→ **What is expected**
Keep only the lines that hold the string "chemometrics", filtering out the rest of the entries below.

→ **Provided data**

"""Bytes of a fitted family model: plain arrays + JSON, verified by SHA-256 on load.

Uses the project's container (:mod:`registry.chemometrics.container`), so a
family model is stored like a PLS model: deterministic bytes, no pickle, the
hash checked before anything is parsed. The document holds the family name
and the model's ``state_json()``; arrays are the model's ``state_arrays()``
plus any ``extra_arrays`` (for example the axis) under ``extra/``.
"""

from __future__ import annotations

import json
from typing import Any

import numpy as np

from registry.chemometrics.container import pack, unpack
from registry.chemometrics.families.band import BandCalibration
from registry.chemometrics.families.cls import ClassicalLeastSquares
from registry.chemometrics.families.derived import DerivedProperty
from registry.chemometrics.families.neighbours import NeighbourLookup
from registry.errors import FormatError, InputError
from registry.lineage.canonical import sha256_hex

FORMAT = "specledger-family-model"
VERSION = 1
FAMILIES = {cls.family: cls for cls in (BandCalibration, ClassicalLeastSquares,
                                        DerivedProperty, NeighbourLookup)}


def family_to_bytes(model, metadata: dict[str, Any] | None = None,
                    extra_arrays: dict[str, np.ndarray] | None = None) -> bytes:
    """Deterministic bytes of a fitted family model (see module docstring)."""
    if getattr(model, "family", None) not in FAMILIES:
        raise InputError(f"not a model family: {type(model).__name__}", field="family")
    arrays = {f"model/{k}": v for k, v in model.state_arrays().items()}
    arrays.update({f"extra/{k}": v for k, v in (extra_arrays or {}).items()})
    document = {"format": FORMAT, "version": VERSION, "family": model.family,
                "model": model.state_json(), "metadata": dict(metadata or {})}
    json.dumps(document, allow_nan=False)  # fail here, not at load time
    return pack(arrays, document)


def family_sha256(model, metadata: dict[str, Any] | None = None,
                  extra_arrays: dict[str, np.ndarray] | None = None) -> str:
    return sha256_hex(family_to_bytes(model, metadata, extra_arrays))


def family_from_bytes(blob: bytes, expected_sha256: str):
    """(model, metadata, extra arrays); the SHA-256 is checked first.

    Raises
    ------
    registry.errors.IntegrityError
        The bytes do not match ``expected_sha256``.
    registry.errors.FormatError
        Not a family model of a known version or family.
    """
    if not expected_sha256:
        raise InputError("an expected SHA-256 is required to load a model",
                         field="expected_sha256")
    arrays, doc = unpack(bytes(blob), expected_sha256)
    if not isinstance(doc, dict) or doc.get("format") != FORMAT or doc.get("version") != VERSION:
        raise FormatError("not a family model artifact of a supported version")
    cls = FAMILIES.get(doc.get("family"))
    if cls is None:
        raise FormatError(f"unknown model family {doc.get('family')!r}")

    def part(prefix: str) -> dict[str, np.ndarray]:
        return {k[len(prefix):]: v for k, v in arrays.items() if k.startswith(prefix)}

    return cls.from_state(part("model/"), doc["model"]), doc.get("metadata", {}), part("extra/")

→ **Solved exercise**
Uses the project's container (:mod:`registry.chemometrics.container`), so a
from registry.chemometrics.container import pack, unpack
from registry.chemometrics.families.band import BandCalibration
from registry.chemometrics.families.cls import ClassicalLeastSquares
from registry.chemometrics.families.derived import DerivedProperty
from registry.chemometrics.families.neighbours import NeighbourLookup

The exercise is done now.